Write out each entry, exactly the way it appears.

• [DATA FOR ANALYSIS]:
============

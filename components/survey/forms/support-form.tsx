import { useState } from 'react';
import { View } from 'react-native';
import { Button, Select, TextField, Txt } from '@/components/ui';
import { colors, spacing } from '@/constants/theme';
import { useSession } from '@/hooks/auth/use-session';
import { useRecordSave } from '@/hooks/survey/use-record-save';
import type { PositionState } from '@/hooks/survey/use-position';
import { useUnits } from '@/hooks/use-units';
import { LAUNCH_METHODS, type Support } from '@/shared/schemas';
import { PlacementPicker, type Placement } from '../placement/placement-picker';
import { LAUNCH_LABEL, SUPPORT_KIND_LABEL } from '../records/record-summary';
import { FormFooter } from './form-footer';
import { HeightMeasure, type MeasuredHeight } from './height-measure';
import { ATTACH_DEFAULT_NOTE, defaultAttachHeightM } from './height-math';
import { checkSupport, draftFromSupport, emptySupportDraft, type SupportDraft, type SupportKind } from './support-form-logic';

type Props = {
  siteId: string;
  siteSpanM: number | null;
  position: PositionState;
  /** Editing an existing support, or adding a new one of `kind`. */
  existing?: Support;
  kind?: SupportKind;
  onDone: (id: string | null) => void;
};

export function SupportForm({ siteId, siteSpanM, position, existing, kind = 'tree', onDone }: Props) {
  const { lengthToM, mToLength, lengthUnit, formatLengthM } = useUnits();
  const { busy, saveError, run, upsert, append } = useRecordSave();
  const { user } = useSession();
  const [draft, setDraft] = useState<SupportDraft>(() => (existing ? draftFromSupport(existing, mToLength) : { ...emptySupportDraft(kind), label: '' }));
  const [placement, setPlacement] = useState<Placement | null>(null);
  const [moving, setMoving] = useState(!existing);
  const [heightMode, setHeightMode] = useState<'measure' | 'type'>(existing?.heightM != null || draft.kind !== 'tree' ? 'type' : 'measure');
  const [measured, setMeasured] = useState<MeasuredHeight | null>(null);

  const set = <K extends keyof SupportDraft>(k: K) => (v: SupportDraft[K]) => setDraft((d) => ({ ...d, [k]: v }));
  const heightText = heightMode === 'measure' ? (measured ? String(mToLength(measured.heightM)) : '') : draft.heightText;
  const effective: SupportDraft = {
    ...draft,
    heightText,
    ...(moving ? { lat: placement?.lat ?? null, lon: placement?.lon ?? null, positionAccuracyM: placement?.accuracyM ?? null } : {}),
  };
  const check = checkSupport(effective, siteId, lengthToM, { siteSpanM });
  const shown = (k: string) => check.errors[k];
  const heightM = heightText ? lengthToM(Number(heightText)) : null;
  const suggestedAttach = draft.kind === 'tree' && heightM !== null && Number.isFinite(heightM) ? defaultAttachHeightM(heightM, draft.launchMethod) : null;

  const save = () => run(async () => {
    if (!check.fields) return;
    const takenAt = new Date().toISOString();
    const takenBy = user?.id ?? null;
    const id = await upsert('supports', existing, check.fields, check.fields.label);
    if (moving && placement) {
      await append('measurements', { siteId, subjectCollection: 'supports', subjectId: id, kind: 'gps-fix', method: placement.measurement.method, inputs: placement.measurement.inputs, valueM: placement.measurement.valueM, takenAt, takenBy });
    }
    if (heightMode === 'measure' && measured) {
      await append('measurements', { siteId, subjectCollection: 'supports', subjectId: id, kind: 'height', method: measured.method, inputs: measured.inputs, valueM: measured.heightM, takenAt, takenBy });
    }
    onDone(id);
  });

  return (
    <View testID="support-form">
      <Txt variant="title" style={{ marginBottom: spacing.m }}>{existing ? `Edit ${existing.label}` : `New ${SUPPORT_KIND_LABEL[draft.kind].toLowerCase()}`}</Txt>
      <Select label="Kind" testID="support-kind" value={draft.kind} onChange={(k) => setDraft((d) => ({ ...d, kind: k, maxEndsText: k === 'mast' ? '1' : d.maxEndsText, launchMethod: k === 'mast' ? 'none' : d.launchMethod === 'none' ? null : d.launchMethod }))}
        options={(['tree', 'mast', 'structure'] as const).map((k) => ({ value: k, label: SUPPORT_KIND_LABEL[k] }))} />
      <TextField label="Label" testID="support-label" value={draft.label} onChangeText={set('label')} error={draft.label ? shown('label') : undefined} hint="A name the crew will recognise: “Big oak by the gate”" />
      {moving ? (
        <PlacementPicker position={position} value={placement} onChange={setPlacement} testID="support-place" what={`the ${SUPPORT_KIND_LABEL[draft.kind].toLowerCase()}`} error={shown('lat') && placement === null ? undefined : shown('positionAccuracyM')} />
      ) : (
        <View style={{ marginBottom: spacing.l, gap: spacing.xs }}>
          <Txt variant="label">Position</Txt>
          <Txt>Kept where it was recorded (±{formatLengthM(existing?.positionAccuracyM ?? null)}).</Txt>
          <Button label="Move it" testID="support-move" variant="secondary" compact onPress={() => setMoving(true)} />
        </View>
      )}
      {draft.kind === 'tree' ? (
        <Select label="Height" testID="support-height-mode" value={heightMode} onChange={setHeightMode} options={[{ value: 'measure', label: 'Measure it' }, { value: 'type', label: 'Type it' }]} />
      ) : null}
      {heightMode === 'measure' && draft.kind === 'tree'
        ? <HeightMeasure testID="height" onResult={setMeasured} />
        : <TextField label={draft.kind === 'mast' ? 'Mast height when up' : 'Height'} testID="support-height" suffix={lengthUnit} inputMode="decimal" value={draft.heightText} onChangeText={set('heightText')} error={draft.heightText ? shown('heightM') : undefined} />}
      {heightMode === 'measure' && shown('heightM') && measured ? <Txt color={colors.danger}>{shown('heightM')}</Txt> : null}
      {draft.kind === 'mast' ? (
        <TextField label="Mast the club would bring" testID="support-mast-model" value={draft.mastModel} onChangeText={set('mastModel')} hint="For example “9 m telescopic fibreglass, top pulley”" error={shown('mastModel')} />
      ) : (
        <Select label="How a line gets up" testID="support-launch" value={draft.launchMethod} onChange={set('launchMethod')}
          options={LAUNCH_METHODS.filter((m) => draft.kind !== 'tree' || m !== 'none').map((m) => ({ value: m, label: LAUNCH_LABEL[m] }))} />
      )}
      <TextField label="Usable attachment height" testID="support-attach" suffix={lengthUnit} inputMode="decimal" value={draft.attachHeightText} onChangeText={set('attachHeightText')}
        error={draft.attachHeightText ? shown('attachHeightM') : undefined}
        hint={suggestedAttach !== null ? `Suggested ${formatLengthM(suggestedAttach)}: ${ATTACH_DEFAULT_NOTE}` : 'The highest point a line can really go over (a branch fork, the top pulley)'} />
      {suggestedAttach !== null && !draft.attachHeightText ? (
        <Button label={`Use ${formatLengthM(suggestedAttach)}`} testID="support-attach-suggested" variant="quiet" compact onPress={() => set('attachHeightText')(String(Math.round(mToLength(suggestedAttach) * 10) / 10))} />
      ) : null}
      <TextField label="Wire ends it can hold" testID="support-max-ends" inputMode="numeric" value={draft.maxEndsText} onChangeText={set('maxEndsText')} error={shown('maxEnds')} hint="A mast with one pulley: 1. A big tree with two good forks: 2." />
      {draft.kind === 'tree' ? (
        <>
          <TextField label="Species" testID="support-species" value={draft.species} onChangeText={set('species')} error={shown('species')} />
          <TextField label="Condition" testID="support-condition" multiline value={draft.condition} onChangeText={set('condition')} error={shown('condition')} hint="Dead limbs, lowest clear branch, lean, anything a throw line could snag on" />
        </>
      ) : null}
      <TextField label="Notes" testID="support-notes" multiline value={draft.notes} onChangeText={set('notes')} error={shown('notes')} />
      <FormFooter testID="support" questions={check.questions} blockers={Object.values(check.errors)} saveError={saveError} canSave={!!check.fields && !busy} busy={busy} onSave={save} onCancel={() => onDone(null)} />
    </View>
  );
}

============

• [ANSWER SECTION]:
filename components/survey/forms/support-form.tsx
import { useState } from 'react';
import { View } from 'react-native';
import { Button, Select, TextField, Txt } from '@/components/ui';
import { colors, spacing } from '@/constants/theme';
import { useSession } from '@/hooks/auth/use-session';
import { useRecordSave } from '@/hooks/survey/use-record-save';
import type { PositionState } from '@/hooks/survey/use-position';
import { useUnits } from '@/hooks/use-units';
import { LAUNCH_METHODS, type Support } from '@/shared/schemas';
import { PlacementPicker, type Placement } from '../placement/placement-picker';
import { LAUNCH_LABEL, SUPPORT_KIND_LABEL } from '../records/record-summary';
import { FormFooter } from './form-footer';
import { HeightMeasure, type MeasuredHeight } from './height-measure';
import { ATTACH_DEFAULT_NOTE, defaultAttachHeightM } from './height-math';
import { checkSupport, draftFromSupport, emptySupportDraft, type SupportDraft, type SupportKind } from './support-form-logic';

type Props = {
  siteId: string;
  siteSpanM: number | null;
  position: PositionState;
  /** Editing an existing support, or adding a new one of `kind`. */
  existing?: Support;
  kind?: SupportKind;
  onDone: (id: string | null) => void;
};

export function SupportForm({ siteId, siteSpanM, position, existing, kind = 'tree', onDone }: Props) {
  const { lengthToM, mToLength, lengthUnit, formatLengthM } = useUnits();
  const { busy, saveError, run, upsert, append } = useRecordSave();
  const { user } = useSession();
  const [draft, setDraft] = useState<SupportDraft>(() => (existing ? draftFromSupport(existing, mToLength) : { ...emptySupportDraft(kind), label: '' }));
  const [placement, setPlacement] = useState<Placement | null>(null);
  const [moving, setMoving] = useState(!existing);
  const [heightMode, setHeightMode] = useState<'measure' | 'type'>(existing?.heightM != null || draft.kind !== 'tree' ? 'type' : 'measure');
  const [measured, setMeasured] = useState<MeasuredHeight | null>(null);

  const set = <K extends keyof SupportDraft>(k: K) => (v: SupportDraft[K]) => setDraft((d) => ({ ...d, [k]: v }));
  const heightText = heightMode === 'measure' ? (measured ? String(mToLength(measured.heightM)) : '') : draft.heightText;
  const effective: SupportDraft = {
    ...draft,
    heightText,
    ...(moving ? { lat: placement?.lat ?? null, lon: placement?.lon ?? null, positionAccuracyM: placement?.accuracyM ?? null } : {}),
  };
  const check = checkSupport(effective, siteId, lengthToM, { siteSpanM });
  const shown = (k: string) => check.errors[k];
  const heightM = heightText ? lengthToM(Number(heightText)) : null;
  const suggestedAttach = draft.kind === 'tree' && heightM !== null && Number.isFinite(heightM) ? defaultAttachHeightM(heightM, draft.launchMethod) : null;

  const save = () => run(async () => {
    if (!check.fields) return;
    const takenAt = new Date().toISOString();
    const takenBy = user?.id ?? null;
    const id = await upsert('supports', existing, check.fields, check.fields.label);
    if (moving && placement) {
      await append('measurements', { siteId, subjectCollection: 'supports', subjectId: id, kind: 'gps-fix', method: placement.measurement.method, inputs: placement.measurement.inputs, valueM: placement.measurement.valueM, takenAt, takenBy });
    }
    if (heightMode === 'measure' && measured) {
      await append('measurements', { siteId, subjectCollection: 'supports', subjectId: id, kind: 'height', method: measured.method, inputs: measured.inputs, valueM: measured.heightM, takenAt, takenBy });
    }
    onDone(id);
  });

  return (
    <View testID="support-form">
      <Txt variant="title" style={{ marginBottom: spacing.m }}>{existing ? `Edit ${existing.label}` : `New ${SUPPORT_KIND_LABEL[draft.kind].toLowerCase()}`}</Txt>
      <Select label="Kind" testID="support-kind" value={draft.kind} onChange={(k) => setDraft((d) => ({ ...d, kind: k, maxEndsText: k === 'mast' ? '1' : d.maxEndsText, launchMethod: k === 'mast' ? 'none' : d.launchMethod === 'none' ? null : d.launchMethod }))}
        options={(['tree', 'mast', 'structure'] as const).map((k) => ({ value: k, label: SUPPORT_KIND_LABEL[k] }))} />
      <TextField label="Label" testID="support-label" value={draft.label} onChangeText={set('label')} error={draft.label ? shown('label') : undefined} hint="A name the crew will recognise: “Big oak by the gate”" />
      {moving ? (
        <PlacementPicker position={position} value={placement} onChange={setPlacement} testID="support-place" what={`the ${SUPPORT_KIND_LABEL[draft.kind].toLowerCase()}`} error={shown('lat') && placement === null ? undefined : shown('positionAccuracyM')} />
      ) : (
        <View style={{ marginBottom: spacing.l, gap: spacing.xs }}>
          <Txt variant="label">Position</Txt>
          <Txt>Kept where it was recorded (±{formatLengthM(existing?.positionAccuracyM ?? null)}).</Txt>
          <Button label="Move it" testID="support-move" variant="secondary" compact onPress={() => setMoving(true)} />
        </View>
      )}
      {draft.kind === 'tree' ? (
        <Select label="Height" testID="support-height-mode" value={heightMode} onChange={setHeightMode} options={[{ value: 'measure', label: 'Measure it' }, { value: 'type', label: 'Type it' }]} />
      ) : null}
      {heightMode === 'measure' && draft.kind === 'tree'
        ? <HeightMeasure testID="height" onResult={setMeasured} />
        : <TextField label={draft.kind === 'mast' ? 'Mast height when up' : 'Height'} testID="support-height" suffix={lengthUnit} inputMode="decimal" value={draft.heightText} onChangeText={set('heightText')} error={draft.heightText ? shown('heightM') : undefined} />}
      {heightMode === 'measure' && shown('heightM') && measured ? <Txt color={colors.danger}>{shown('heightM')}</Txt> : null}
      {draft.kind === 'mast' ? (
        <TextField label="Mast the club would bring" testID="support-mast-model" value={draft.mastModel} onChangeText={set('mastModel')} hint="For example “9 m telescopic fibreglass, top pulley”" error={shown('mastModel')} />
      ) : (
        <Select label="How a line gets up" testID="support-launch" value={draft.launchMethod} onChange={set('launchMethod')}
          options={LAUNCH_METHODS.filter((m) => draft.kind !== 'tree' || m !== 'none').map((m) => ({ value: m, label: LAUNCH_LABEL[m] }))} />
      )}
      <TextField label="Usable attachment height" testID="support-attach" suffix={lengthUnit} inputMode="decimal" value={draft.attachHeightText} onChangeText={set('attachHeightText')}
        error={draft.attachHeightText ? shown('attachHeightM') : undefined}
        hint={suggestedAttach !== null ? `Suggested ${formatLengthM(suggestedAttach)}: ${ATTACH_DEFAULT_NOTE}` : 'The highest point a line can really go over (a branch fork, the top pulley)'} />
      {suggestedAttach !== null && !draft.attachHeightText ? (
        <Button label={`Use ${formatLengthM(suggestedAttach)}`} testID="support-attach-suggested" variant="quiet" compact onPress={() => set('attachHeightText')(String(Math.round(mToLength(suggestedAttach) * 10) / 10))} />
      ) : null}
      <TextField label="Wire ends it can hold" testID="support-max-ends" inputMode="numeric" value={draft.maxEndsText} onChangeText={set('maxEndsText')} error={shown('maxEnds')} hint="A mast with one pulley: 1. A big tree with two good forks: 2." />
      {draft.kind === 'tree' ? (
        <>
          <TextField label="Species" testID="support-species" value={draft.species} onChangeText={set('species')} error={shown('species')} />
          <TextField label="Condition" testID="support-condition" multiline value={draft.condition} onChangeText={set('condition')} error={shown('condition')} hint="Dead limbs, lowest clear branch, lean, anything a throw line could snag on" />
        </>
      ) : null}
      <TextField label="Notes" testID="support-notes" multiline value={draft.notes} onChangeText={set('notes')} error={shown('notes')} />
      <FormFooter testID="support" questions={check.questions} blockers={Object.values(check.errors)} saveError={saveError} canSave={!!check.fields && !busy} busy={busy} onSave={save} onCancel={() => onDone(null)} />
    </View>
  );
}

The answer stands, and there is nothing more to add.